I was watching a youtube video and they dried them in the oven.  So I searched on here and found a 2009 thread about it.  Hey, I didn't know bath bombs even existed in 2009!  Anyway,  has anyone done this with success?


----------



## shunt2011 (Jul 29, 2018)

Okay, I can speak personally on this.  Male the bombs and let them dry overnight. Then you can put them in the oven. I tried it last night not thinking and they blew up to 2 1/2 times their original size.  Wasn’t thinking clearly, too tired.  They were too moist. However, when I usually make them and let them dry for 8 or so hours then I put them in the oven. I was it to 170 then turn it off when they go in and I have no problem.  

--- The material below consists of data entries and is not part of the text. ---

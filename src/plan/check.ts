/**
 * `checkChip`: the fast evaluation behind `fluxlane check`: the best parking assignment with every
 * idle rule, the interaction feasibility of every edge (mover, crossing, spectators, sweeps; no
 * pulse design), the layer count and the crowding margins. Findings use the JSON contract of
 * src/plan/rules/findings.ts; `data` is the SI summary the check command adds to its output.
 */
import type { ChipLayout } from '../layout/types.js';
import type { ChipGraph } from '../chip/graph.js';
import type { StageProfiler } from '../util/profile.js';
import { bandText } from './crowding.js';
import { ghz, mhz, ns, plain, prob, toHz } from './format.js';
import { planChip, type ChipPlan } from './plan.js';
import type { PlanOptionsInput } from './options.js';
import { toFindingJson, type FindingJson } from './rules/findings.js';
import { wrapLine } from '../util/wrap.js';
import { idRecord } from '../util/own.js';

export interface ChipCheck {
  plan: ChipPlan;
  violations: FindingJson[];
  flags: FindingJson[];
  data: Record<string, unknown>;
  lines: string[];
}

export function checkChip(layout: ChipLayout, graph: ChipGraph, options: PlanOptionsInput = {}, hooks: { profiler?: StageProfiler; progress?: (stage: string, done: number, total: number) => void } = {}): ChipCheck {
  // (the layers' kind-by-kind explanation is not part of the check's output)
  const plan = planChip(layout, options, { ...hooks, layerExplanation: false }, graph);
  const { ctx } = plan;
  const id = ctx.ids;
  const parking = idRecord<unknown>();
  ctx.ids.forEach((q, i) => {
    const c = plan.crowding.qubits[i];
    parking[q] = {
      parkingFrequency: toHz(plan.parking.parkingGHz[i]),
      parkingFlux: plain(plan.states[i].flux),
      f12: toHz(plan.states[i].f12GHz),
      margin: Number.isFinite(c.marginGHz) ? toHz(c.marginGHz) : null,
      marginSpreads: Number.isFinite(c.marginSpreads) ? plain(c.marginSpreads) : null,
      usableFraction: plain(c.usableFraction),
      idleError: plan.budget.cycle.qubits[i] ? plain(plan.budget.cycle.qubits[i].total) : null,
    };
  });
  const edges = plan.edges.map((e, k) => ({
    qubits: [id[ctx.edges[e.edge].a], id[ctx.edges[e.edge].b]],
    mover: id[e.mover],
    crossing: e.crossing,
    interactionFrequency: Number.isFinite(e.interactionGHz) ? toHz(e.interactionGHz) : null,
    spectatorParking: Object.fromEntries(e.parked.map((p) => [id[p.qubit], toHz(p.fGHz)])),
    layer: plan.layers.layerOf[k],
    zz: toHz(plan.parking.idle.zzGHz[e.edge]),
    feasible: e.findings.length === 0,
    // the estimated budget's sum before pulse design (src/budget/gate-estimate.ts)
    predictedError: plan.budget.gates[k] ? plain(plan.budget.gates[k]!.total) : null,
  }));
  const cycle = plan.budget.cycle;
  const data = {
    parking,
    edges,
    layers: { count: plan.layers.layers.length, lowerBound: plan.layers.lowerBound },
    cycle: { duration: plain(cycle.durationNs * 1e-9), error: plain(cycle.error), gates: plain(cycle.gates), idles: plain(cycle.idles), uncountedEdges: cycle.uncounted },
    crowding: { bands: plan.crowding.bands.map((b) => ({ from: toHz(b.loGHz), to: toHz(b.hiGHz), qubits: b.qubits, flagged: b.flagged })) },
    explanations: plan.explanations,
  };
  const feasible = edges.filter((e) => e.feasible).length;
  const parkedCount = plan.edges.reduce((s, e) => s + e.parked.length, 0);
  const worst = plan.crowding.qubits.reduce((m, c, i) => (c.marginGHz < m.margin ? { margin: c.marginGHz, i } : m), { margin: Infinity, i: -1 });
  const lines = [
    `  ${'parking'.padEnd(20)} ${plan.parking.idle.violations.length === 0 ? 'every idle rule holds' : `${plan.parking.idle.violations.length} idle rule(s) broken`} (${ghz(Math.min(...plan.parking.parkingGHz))} to ${ghz(Math.max(...plan.parking.parkingGHz))})`,
    `  ${'interactions'.padEnd(20)} ${feasible} of ${edges.length} edges clear every CZ rule; ${parkedCount} spectator move(s)`,
    `  ${'layers'.padEnd(20)} ${plan.layers.layers.length} (lower bound ${plan.layers.lowerBound})`,
    wrapLine(`  ${'reference cycle'.padEnd(20)} ${ns(cycle.durationNs)}, predicted error ${prob(cycle.error)} = gates ${prob(cycle.gates)} + idles ${prob(cycle.idles)} (estimated before pulse design; worst gate ${worstGate(plan)})${cycle.uncounted > 0 ? `; ${cycle.uncounted} edge(s) without a feasible gate not counted, so a lower bound` : ''}`, '      '),
    `  ${'smallest margin'.padEnd(20)} ${worst.i >= 0 ? `${id[worst.i]} ${mhz(worst.margin)} (${plan.crowding.qubits[worst.i].marginSpreads.toFixed(1)} spreads)` : '-'}`,
    `  parking found (f01, flux, f12, idle error per cycle, smallest margin):`,
    ...ctx.ids.map((q, i) => {
      const c = plan.crowding.qubits[i];
      const margin = Number.isFinite(c.marginGHz) ? `margin ${mhz(c.marginGHz)} (${c.marginSpreads.toFixed(1)} spreads)` : 'margin -';
      const idle = plan.budget.cycle.qubits[i];
      return `    ${q.padEnd(6)} ${ghz(plan.parking.parkingGHz[i], 4)}  flux ${plan.states[i].flux.toFixed(4)}  f12 ${ghz(plan.states[i].f12GHz)}  idle error ${idle ? prob(idle.total) : '-'}  ${margin}${ctx.fixed[i] !== undefined ? '  (fixed)' : ''}`;
    }),
    ...plan.crowding.bands.map((b) => `  crowded band ${bandText(b)}`),
    ...plan.explanations.map((x) => wrapLine(`  ${x.kind === 'parking' ? 'cannot park' : 'cannot plan CZ'}: ${x.message}`, '      ')),
  ];
  return { plan, violations: plan.violations.map(toFindingJson), flags: plan.flags.map(toFindingJson), data, lines };
}

/** The edge with the largest estimated gate error, as "A-B 1.2e-3", or "-". */
function worstGate(plan: ChipPlan): string {
  let best = -1;
  plan.budget.gates.forEach((g, k) => {
    if (g && (best < 0 || g.total > plan.budget.gates[best]!.total)) best = k;
  });
  return best < 0 ? '-' : `${plan.ctx.edges[plan.edges[best].edge].key} ${prob(plan.budget.gates[best]!.total)}`;
}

   These were laughable for sure.


----------



## Misschief (Jul 29, 2018)

shunt2011 said:


> Okay, I can speak personally on this.  Male the bombs and let them dry overnight. Then you can put them in the oven. I tried it last night not thinking and they blew up to 2 1/2 times their original size.  Wasn’t thinking clearly, too tired.  They were too moist. However, when I usually make them and let them dry for 8 or so hours then I put them in the oven. I was it to 170 then turn it off when they go in and I have no problem.  View attachment 31390
> These were laughable for sure.



Oops.


----------



## Holly8991 (Jul 29, 2018)

Eek


----------



## Relle (Jul 30, 2018)

Holly8991 said:


> I searched on here and found a 2009 thread about it.  Hey, I didn't know bath bombs even existed in 2009!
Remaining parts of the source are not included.